I’ll be honest, I really didn’t like these quirky boots when they first came in for review. They’re so completely different an experience from wearing traditional hiking boots that my feet and ankles just proved to be useless at wearing them. I rolled off the sides a couple of times, and I stubbed my toes. But, after a good few months’ of perseverence I finally ‘get’ the crazy Tor Speed boots, and I quite enjoy wearing them. In fact, for a wet night-hike yesterday evening, they were my boot of choice from a shelf-full of exotic technology.
First and foremost I like these boots because they make me taller. And that’s a good thing.

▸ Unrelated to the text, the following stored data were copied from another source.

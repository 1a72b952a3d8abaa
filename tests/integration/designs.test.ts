import { afterAll, beforeAll, describe, expect, it } from 'vitest';
import { chestSpec, invitationTokens, startApi, type Api } from './support/api.ts';
import { makeDesign, makeShop, type Shop } from './support/world.ts';
import { designListResponse } from '../../shared/schemas/designs.ts';

let api: Api;
let shop: Shop;
beforeAll(async () => {
  api = await startApi();
  shop = await makeShop(api.app, 'designs', invitationTokens(api.mailbox));
});
afterAll(() => api.close());

async function save(designId: string, baseRevision: number, width: number, message = `width ${width}`) {
  return shop.designer.post(`/api/designs/${designId}/revisions`, { baseRevision, spec: chestSpec({ width }), message });
}

describe('creating and saving designs', () => {
  it('stores revision 1 with the engine version and its summary, authored by the creator', async () => {
    const res = await shop.designer.post(`/api/workshops/${shop.workshopId}/designs`, { title: 'Hall chest', spec: chestSpec({ width: 1016 }) });
    expect(res.status).toBe(201);
    expect(res.body).toMatchObject({ title: 'Hall chest', kind: 'chest', archived: false, origin: null, forkCount: 0 });
    expect(res.body.head).toMatchObject({ number: 1, message: 'First revision', author: { id: shop.designer.user!.id } });
    expect(res.body.head.engineVersion).toMatch(/^\d+\.\d+\.\d+$/);
    expect(res.body.head.summary.widthMm).toBeGreaterThan(0);
    expect(res.body.head.summary.partCount).toBeGreaterThan(0);
    expect(res.body.headRevision.spec.params.width).toBe(1016);
    expect(res.body.approval).toEqual({ state: 'pending', approvedRevision: null, latest: null });
  });

  it('adds revisions on top of the head and refuses a save from an old base with 409 and the current head', async () => {
    const id = await makeDesign(shop.designer, shop.workshopId, 'Stale base');
    expect((await save(id, 1, 1100)).status).toBe(201);
    const stale = await save(id, 1, 1200);
    expect(stale.status).toBe(409);
    expect(stale.body.error.code).toBe('stale_revision');
    expect(stale.body.error.details.head).toMatchObject({ number: 2, spec: { params: { width: 1100 } } });
    const list = await shop.reviewer.get(`/api/designs/${id}/revisions`);
    expect(list.body.revisions.map((r: { number: number }) => r.number)).toEqual([2, 1]);
  });

  it('passes the engine\'s own validation through as 400 naming the parameter and its limit', async () => {
    const res = await shop.designer.post(`/api/workshops/${shop.workshopId}/designs`, { title: 'Too wide', spec: chestSpec({ width: 99_999 }) });
    expect(res.status).toBe(400);
    expect(res.body.error.details[0].path).toBe('width');
    expect(res.body.error.details[0].limit).toBeTruthy();
  });

  it('keeps a design to one kind: saving another kind is a 400 on spec.kind', async () => {
    const id = await makeDesign(shop.designer, shop.workshopId, 'Kind stays');
    const res = await shop.designer.post(`/api/designs/${id}/revisions`, { baseRevision: 1, spec: { schemaVersion: 1, kind: 'dresser', params: {} } });
    expect(res.status).toBe(400);
    expect(res.body.error.message).toMatch(/^spec\.kind|^kind/);
  });
});

describe('reading, comparing and restoring', () => {
  it('compares two revisions: changed parameters and the engine\'s resized parts', async () => {
    const id = await makeDesign(shop.designer, shop.workshopId, 'Compare me', 1000);
    await save(id, 1, 1050);
    const res = await shop.reviewer.get(`/api/designs/${id}/compare?from=1&to=2`);
    expect(res.status).toBe(200);
    expect(res.body.params).toEqual([{ key: 'params.width', from: 1000, to: 1050 }]);
    expect(res.body.parts.partsResized.length).toBeGreaterThan(0);
    expect(res.body.parts.partsAdded).toEqual([]);
  });

  it('restores an old revision as a new head, leaving history intact', async () => {
    const id = await makeDesign(shop.designer, shop.workshopId, 'Restore me', 1000);
    await save(id, 1, 1300);
    const res = await shop.designer.post(`/api/designs/${id}/restore`, { revision: 1, baseRevision: 2 });
    expect(res.status).toBe(201);
    expect(res.body).toMatchObject({ number: 3, restoredFrom: 1, message: 'Restored revision 1', spec: { params: { width: 1000 } } });
    const two = await shop.designer.get(`/api/designs/${id}/revisions/2`);
    expect(two.body.spec.params.width).toBe(1300);
  });

  it('answers 404 for a revision that does not exist', async () => {
    const id = await makeDesign(shop.designer, shop.workshopId, 'Missing revision');
    expect((await shop.designer.get(`/api/designs/${id}/revisions/9`)).status).toBe(404);
  });

  it('filters the listing by kind, text, author, date and archive state', async () => {
    const other = await makeShop(api.app, 'designs-filter', invitationTokens(api.mailbox));
    const a = await makeDesign(other.designer, other.workshopId, 'Blanket chest, white oak');
    const b = await makeDesign(other.owner, other.workshopId, 'Toy box 100%_sure');
    const base = `/api/workshops/${other.workshopId}/designs`;
    const titles = async (query: string) => (await other.reviewer.get(`${base}${query}`)).body.designs.map((d: { id: string }) => d.id).sort();
    expect(await titles('')).toEqual([a, b].sort());
    expect(await titles('?q=white%20OAK')).toEqual([a]);
    expect(await titles('?q=100%25_')).toEqual([b]);
    expect(await titles('?q=%25')).toEqual([b]);
    expect(await titles(`?authorId=${other.owner.user!.id}`)).toEqual([b]);
    expect(await titles('?kind=dresser')).toEqual([]);
    expect(await titles(`?updatedAfter=${encodeURIComponent(new Date(Date.now() + 60_000).toISOString())}`)).toEqual([]);
    expect((await other.designer.post(`/api/designs/${a}/archive`)).body.archived).toBe(true);
    expect(await titles('')).toEqual([b]);
    expect(await titles('?archived=true')).toEqual([a]);
    expect(await titles('?archived=all')).toEqual([a, b].sort());
    expect((await other.designer.post(`/api/designs/${a}/unarchive`)).body.archived).toBe(false);
    const bad = await other.reviewer.get(`${base}?kind=sofa`);
    expect(bad.status).toBe(400);
    expect(bad.body.error.details[0].path).toBe('kind');
  });

  it('lists each design with its head revision\'s spec, so a card draws the piece without a second request', async () => {
    const other = await makeShop(api.app, 'designs-list-spec', invitationTokens(api.mailbox));
    const id = await makeDesign(other.designer, other.workshopId, 'Listed with its spec', 1000);
    expect((await other.designer.post(`/api/designs/${id}/revisions`, { baseRevision: 1, spec: chestSpec({ width: 1111 }), message: 'wider' })).status).toBe(201);
    const res = await other.reviewer.get(`/api/workshops/${other.workshopId}/designs`);
    expect(res.status).toBe(200);
    const item = res.body.designs.find((d: { id: string }) => d.id === id);
    // The head (revision 2), not the first revision: the card shows the design as it stands.
    expect(item.head.number).toBe(2);
    expect(item.headSpec).toEqual(chestSpec({ width: 1111 }));
    expect(designListResponse.safeParse(res.body).success).toBe(true);
  });

  it('refuses to save an archived design until it is unarchived (409)', async () => {
    const id = await makeDesign(shop.designer, shop.workshopId, 'Archived');
    await shop.designer.post(`/api/designs/${id}/archive`);
    expect((await save(id, 1, 1100)).status).toBe(409);
    await shop.designer.post(`/api/designs/${id}/unarchive`);
    expect((await save(id, 1, 1100)).status).toBe(201);
  });
});

describe('forks', () => {
  it('forks a revision into another workshop where the user designs, keeping lineage both ways', async () => {
    const id = await makeDesign(shop.designer, shop.workshopId, 'Original', 1000);
    await save(id, 1, 1100);
    const ownShop = (await shop.designer.post('/api/workshops', { name: 'Side project' })).body.id;
    const fork = await shop.designer.post(`/api/designs/${id}/fork`, { workshopId: ownShop, revision: 1, title: 'Variation' });
    expect(fork.status).toBe(201);
    expect(fork.body).toMatchObject({ workshopId: ownShop, title: 'Variation', origin: { designId: id, revisionNumber: 1, title: 'Original', workshopId: shop.workshopId } });
    expect(fork.body.headRevision.spec.params.width).toBe(1000);

    const forDesigner = await shop.designer.get(`/api/designs/${id}`);
    expect(forDesigner.body.forks).toEqual([{ id: fork.body.id, title: 'Variation', workshopId: ownShop, workshopName: 'Side project', fromRevision: 1 }]);
    expect(forDesigner.body.forkCount).toBe(1);
    // The owner is not in the side project: the fork is counted but not shown.
    const forOwner = await shop.owner.get(`/api/designs/${id}`);
    expect(forOwner.body.forks).toEqual([]);
    expect(forOwner.body.hiddenForkCount).toBe(1);
  });

  it('refuses to fork into a workshop where the user is only a reviewer (403) or not a member (404)', async () => {
    const id = await makeDesign(shop.designer, shop.workshopId, 'No fork for you');
    const elsewhere = await makeShop(api.app, 'fork-target', invitationTokens(api.mailbox));
    // The designer of `shop` is invited into `elsewhere` as a reviewer only.
    await elsewhere.owner.post(`/api/workshops/${elsewhere.workshopId}/invitations`, { email: shop.designer.user!.email, role: 'reviewer' });
    const token = await invitationTokens(api.mailbox)(shop.designer.user!.email);
    await shop.designer.post(`/api/invitations/${token}/accept`);
    expect((await shop.designer.post(`/api/designs/${id}/fork`, { workshopId: elsewhere.workshopId })).status).toBe(403);
    const foreign = await makeShop(api.app, 'fork-foreign', invitationTokens(api.mailbox));
    expect((await shop.designer.post(`/api/designs/${id}/fork`, { workshopId: foreign.workshopId })).status).toBe(404);
  });
});

describe('comments and approval', () => {
  it('pins comments to a revision and a part, and lists them by either', async () => {
    const id = await makeDesign(shop.designer, shop.workshopId, 'Commented');
    await save(id, 1, 1100);
    expect((await shop.reviewer.post(`/api/designs/${id}/comments`, { body: 'Love the proportions.' })).status).toBe(201);
    const pinned = await shop.reviewer.post(`/api/designs/${id}/comments`, { body: 'Can this rail be wider?', revision: 1, partId: 'front-top-rail' });
    expect(pinned.status).toBe(201);
    expect(pinned.body).toMatchObject({ revision: 1, partId: 'front-top-rail', author: { id: shop.reviewer.user!.id } });
    const onPart = await shop.designer.post(`/api/designs/${id}/comments`, { body: 'On the head', partId: 'leg' });
    expect(onPart.body.revision).toBe(2);
    const byRevision = await shop.owner.get(`/api/designs/${id}/comments?revision=1`);
    expect(byRevision.body.comments.map((c: { body: string }) => c.body)).toEqual(['Can this rail be wider?']);
    const all = await shop.owner.get(`/api/designs/${id}/comments`);
    expect(all.body.comments).toHaveLength(3);
    const missing = await shop.reviewer.post(`/api/designs/${id}/comments`, { body: 'Ghost', revision: 7 });
    expect(missing.status).toBe(400);
    expect(missing.body.error.details[0].path).toBe('revision');
  });

  it('lets a reviewer approve one revision, and the design shows which', async () => {
    const id = await makeDesign(shop.designer, shop.workshopId, 'For approval');
    await save(id, 1, 1100);
    const approved = await shop.reviewer.post(`/api/designs/${id}/approvals`, { revision: 2, decision: 'approved', note: 'Go ahead.' });
    expect(approved.status).toBe(201);
    let design = (await shop.designer.get(`/api/designs/${id}`)).body;
    expect(design.approval).toMatchObject({ state: 'approved', approvedRevision: 2, latest: { revision: 2, decision: 'approved' } });

    await save(id, 2, 1150);
    design = (await shop.designer.get(`/api/designs/${id}`)).body;
    expect(design.approval).toMatchObject({ state: 'approved-earlier', approvedRevision: 2 });

    await shop.reviewer.post(`/api/designs/${id}/approvals`, { revision: 3, decision: 'changes_requested', note: 'Too wide for the hall.' });
    design = (await shop.designer.get(`/api/designs/${id}`)).body;
    expect(design.approval).toMatchObject({ state: 'changes-requested', approvedRevision: 2 });

    // Withdrawing approval of revision 2 leaves nothing approved.
    await shop.reviewer.post(`/api/designs/${id}/approvals`, { revision: 2, decision: 'changes_requested' });
    design = (await shop.designer.get(`/api/designs/${id}`)).body;
    expect(design.approval.approvedRevision).toBeNull();
    const history = await shop.owner.get(`/api/designs/${id}/approvals`);
    expect(history.body.approvals).toHaveLength(3);
  });

  it('refuses approval from a designer (403): approval is the reviewer\'s word', async () => {
    const id = await makeDesign(shop.designer, shop.workshopId, 'Self approval');
    const res = await shop.designer.post(`/api/designs/${id}/approvals`, { revision: 1, decision: 'approved' });
    expect(res.status).toBe(403);
  });
});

But asides from that height, the enormous soles which are Hoka’s trademark serve a purpose. There’s about 2.5x the depth of sole on a normal trail-running shoe, and it’s a very, very squishy material that is a little like stepping on a molehill. It’s incredibly disconcerting at first, but at the end of a long hike you realise that your feet are still nice and cosy. In my case I can certainly walk further in comfort in these than in a stiffer boot.
However, there’s a caveat with the squishy sole, and that is that you can feel the trail. Step on a sharp stone and you’ll know it. If you like that, that’s fine. If you don’t like to be connected to the trail, these aren’t the boots for you.
The big, fat, wide sole allows your foot to sink in to it and Hoka reckons this gives you more support. I’m not sure I agree because the sole is so squishy it is possible to just compress it and roll off the side of the boot. The uppers are very soft and don’t offer much in the way of ankle support. However, the longer-term effect of this has been that I think I’m walking a little more straight up and with less lazy-feet. If the Hoka Tor is your main boot, you adapt to this difference. I find it to be more of an issue when I’ve been wearing stiffer boots regularly.
That upper is completely waterproof, despite looking like a mesh. And it feels very breathable too. In fact, I’ve been extremely impressed by the waterproofing as I’ve stomped through miles of soggy bogland – they’ve held up better than many leather boots I’ve owned. The flip-side is that they’re not a warm boot, so are best suited to faster hikes where you’re creating lots of heat.
The sole is a particularly aggressive affair and has proven to be capable on most surfaces. I’ve had a couple of slips on wet rock, and very sticky mud, but nothing major.
The lacing system is good, and allows you to get the supple upper to snug down on your foot well. It fits like a running shoe, rather than a hiker, and the fit is nice and wide.
All in all, I’m pleasantly surprised by the Hoka Tor Speed. It wasn’t an immediate love affair, but I’ve grown an understanding and respect for them, and they’re now one of two boots that I’ll wear out for a hike. Sure, they’re not the prettiest thing in the world, but when on your feet nobody seems to notice them anyway.